Your objective:
Show every line of the records below that contains the word "deviceReadingInput".

Supplied records START

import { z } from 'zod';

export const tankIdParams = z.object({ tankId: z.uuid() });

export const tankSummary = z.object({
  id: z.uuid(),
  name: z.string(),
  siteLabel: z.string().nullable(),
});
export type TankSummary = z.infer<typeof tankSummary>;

Supplied records END
Supplied records START

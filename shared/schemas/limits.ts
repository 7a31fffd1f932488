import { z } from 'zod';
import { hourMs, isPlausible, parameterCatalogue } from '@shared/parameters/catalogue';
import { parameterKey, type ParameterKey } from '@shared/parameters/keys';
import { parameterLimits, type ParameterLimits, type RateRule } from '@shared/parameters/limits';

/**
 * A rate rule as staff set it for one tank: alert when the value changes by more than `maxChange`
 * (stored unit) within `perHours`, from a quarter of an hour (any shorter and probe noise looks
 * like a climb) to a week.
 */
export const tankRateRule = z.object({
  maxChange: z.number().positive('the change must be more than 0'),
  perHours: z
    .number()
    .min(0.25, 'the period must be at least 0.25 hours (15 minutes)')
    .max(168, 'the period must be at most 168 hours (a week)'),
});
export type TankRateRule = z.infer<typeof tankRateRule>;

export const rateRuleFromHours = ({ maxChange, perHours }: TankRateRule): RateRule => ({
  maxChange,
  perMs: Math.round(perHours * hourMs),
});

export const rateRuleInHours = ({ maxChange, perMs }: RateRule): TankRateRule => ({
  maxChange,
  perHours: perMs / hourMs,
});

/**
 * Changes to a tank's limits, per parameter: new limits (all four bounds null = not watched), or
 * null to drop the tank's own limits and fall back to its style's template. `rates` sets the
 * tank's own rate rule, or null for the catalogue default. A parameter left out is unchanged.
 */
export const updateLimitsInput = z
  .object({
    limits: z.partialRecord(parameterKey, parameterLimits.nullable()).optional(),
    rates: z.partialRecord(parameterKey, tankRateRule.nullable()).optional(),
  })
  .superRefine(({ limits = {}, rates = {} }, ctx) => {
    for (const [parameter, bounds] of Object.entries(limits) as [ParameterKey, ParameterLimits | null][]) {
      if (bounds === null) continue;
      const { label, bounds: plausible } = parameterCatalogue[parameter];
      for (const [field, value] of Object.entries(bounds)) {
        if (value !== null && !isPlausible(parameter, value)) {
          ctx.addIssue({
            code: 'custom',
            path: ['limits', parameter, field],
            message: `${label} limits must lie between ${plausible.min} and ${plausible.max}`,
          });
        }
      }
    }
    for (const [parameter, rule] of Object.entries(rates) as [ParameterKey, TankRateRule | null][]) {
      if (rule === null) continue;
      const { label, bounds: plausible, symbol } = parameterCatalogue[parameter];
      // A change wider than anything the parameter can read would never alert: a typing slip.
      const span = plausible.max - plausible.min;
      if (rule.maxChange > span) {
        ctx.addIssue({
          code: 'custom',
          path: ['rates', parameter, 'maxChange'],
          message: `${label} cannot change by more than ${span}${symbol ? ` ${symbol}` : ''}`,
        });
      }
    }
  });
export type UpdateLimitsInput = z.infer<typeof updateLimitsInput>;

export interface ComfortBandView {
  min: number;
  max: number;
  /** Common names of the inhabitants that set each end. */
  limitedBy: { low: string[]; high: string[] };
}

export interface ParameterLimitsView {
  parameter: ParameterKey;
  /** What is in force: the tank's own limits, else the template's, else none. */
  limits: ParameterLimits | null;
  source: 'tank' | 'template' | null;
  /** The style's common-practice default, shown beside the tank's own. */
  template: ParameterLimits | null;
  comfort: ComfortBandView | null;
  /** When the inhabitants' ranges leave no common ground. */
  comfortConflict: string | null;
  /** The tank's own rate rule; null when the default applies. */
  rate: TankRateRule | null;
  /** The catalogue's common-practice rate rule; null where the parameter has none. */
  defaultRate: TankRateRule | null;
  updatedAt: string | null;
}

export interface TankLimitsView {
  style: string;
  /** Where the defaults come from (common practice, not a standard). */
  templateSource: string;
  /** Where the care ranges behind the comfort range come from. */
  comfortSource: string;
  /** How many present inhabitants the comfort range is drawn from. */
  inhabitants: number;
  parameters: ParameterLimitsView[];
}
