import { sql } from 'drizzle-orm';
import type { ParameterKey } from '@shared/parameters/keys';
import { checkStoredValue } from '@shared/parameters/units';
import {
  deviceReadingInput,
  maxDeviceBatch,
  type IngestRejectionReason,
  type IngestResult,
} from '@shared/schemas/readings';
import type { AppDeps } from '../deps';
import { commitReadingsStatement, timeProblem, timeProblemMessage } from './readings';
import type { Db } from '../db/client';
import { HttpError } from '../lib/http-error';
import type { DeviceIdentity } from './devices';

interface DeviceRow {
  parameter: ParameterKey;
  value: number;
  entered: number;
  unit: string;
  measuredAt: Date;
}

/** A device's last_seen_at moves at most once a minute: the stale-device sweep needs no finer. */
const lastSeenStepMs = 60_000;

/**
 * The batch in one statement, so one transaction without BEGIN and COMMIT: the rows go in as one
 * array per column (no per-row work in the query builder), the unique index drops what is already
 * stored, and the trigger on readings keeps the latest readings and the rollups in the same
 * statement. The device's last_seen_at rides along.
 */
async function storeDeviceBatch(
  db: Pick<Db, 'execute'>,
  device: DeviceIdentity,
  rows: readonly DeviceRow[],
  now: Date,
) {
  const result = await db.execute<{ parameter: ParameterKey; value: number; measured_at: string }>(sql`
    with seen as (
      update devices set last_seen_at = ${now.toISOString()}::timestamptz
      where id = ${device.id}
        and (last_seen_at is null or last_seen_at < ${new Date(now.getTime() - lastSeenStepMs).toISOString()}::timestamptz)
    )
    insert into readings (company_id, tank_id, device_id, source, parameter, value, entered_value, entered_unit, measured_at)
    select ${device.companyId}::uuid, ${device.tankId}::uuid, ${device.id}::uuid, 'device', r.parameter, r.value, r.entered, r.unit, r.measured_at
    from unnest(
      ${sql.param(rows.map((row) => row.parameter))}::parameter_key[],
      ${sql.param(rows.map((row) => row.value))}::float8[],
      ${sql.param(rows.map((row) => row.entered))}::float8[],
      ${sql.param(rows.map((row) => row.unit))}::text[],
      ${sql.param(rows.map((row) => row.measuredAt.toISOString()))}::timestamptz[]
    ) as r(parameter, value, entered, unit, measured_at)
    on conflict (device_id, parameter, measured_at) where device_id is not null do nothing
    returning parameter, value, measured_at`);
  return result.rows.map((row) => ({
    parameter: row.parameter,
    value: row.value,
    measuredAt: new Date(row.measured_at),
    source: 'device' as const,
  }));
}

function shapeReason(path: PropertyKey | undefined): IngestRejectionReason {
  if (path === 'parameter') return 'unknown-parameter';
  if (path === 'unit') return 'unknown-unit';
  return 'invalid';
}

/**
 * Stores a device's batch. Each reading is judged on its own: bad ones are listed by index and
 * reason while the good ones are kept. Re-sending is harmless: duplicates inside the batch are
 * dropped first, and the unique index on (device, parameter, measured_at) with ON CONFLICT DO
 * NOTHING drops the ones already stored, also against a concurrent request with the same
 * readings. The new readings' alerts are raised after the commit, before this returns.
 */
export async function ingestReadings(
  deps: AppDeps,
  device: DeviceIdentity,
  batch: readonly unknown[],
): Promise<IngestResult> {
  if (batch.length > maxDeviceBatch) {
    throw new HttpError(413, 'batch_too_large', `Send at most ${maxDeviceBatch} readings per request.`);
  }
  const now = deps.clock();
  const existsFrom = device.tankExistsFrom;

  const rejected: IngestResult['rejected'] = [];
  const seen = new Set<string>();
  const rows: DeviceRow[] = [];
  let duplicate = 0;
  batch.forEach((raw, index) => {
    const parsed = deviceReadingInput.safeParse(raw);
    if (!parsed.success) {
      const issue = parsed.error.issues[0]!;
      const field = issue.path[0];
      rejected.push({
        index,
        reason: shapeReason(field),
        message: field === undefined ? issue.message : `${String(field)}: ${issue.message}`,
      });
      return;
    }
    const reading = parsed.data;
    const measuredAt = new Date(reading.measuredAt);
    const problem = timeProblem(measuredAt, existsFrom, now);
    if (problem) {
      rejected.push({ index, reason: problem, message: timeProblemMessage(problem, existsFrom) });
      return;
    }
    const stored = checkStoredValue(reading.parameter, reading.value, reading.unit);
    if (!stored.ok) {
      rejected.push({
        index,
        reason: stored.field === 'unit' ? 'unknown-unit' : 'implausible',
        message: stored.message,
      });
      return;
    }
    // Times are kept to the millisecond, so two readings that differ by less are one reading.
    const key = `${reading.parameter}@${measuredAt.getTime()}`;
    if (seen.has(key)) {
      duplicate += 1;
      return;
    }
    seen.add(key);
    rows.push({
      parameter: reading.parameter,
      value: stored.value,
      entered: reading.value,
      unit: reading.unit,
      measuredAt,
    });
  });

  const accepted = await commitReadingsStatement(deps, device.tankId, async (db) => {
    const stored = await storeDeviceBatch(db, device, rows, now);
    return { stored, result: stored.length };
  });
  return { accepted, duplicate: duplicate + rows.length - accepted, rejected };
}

Supplied records END

Response below:
  deviceReadingInput,
    const parsed = deviceReadingInput.safeParse(raw);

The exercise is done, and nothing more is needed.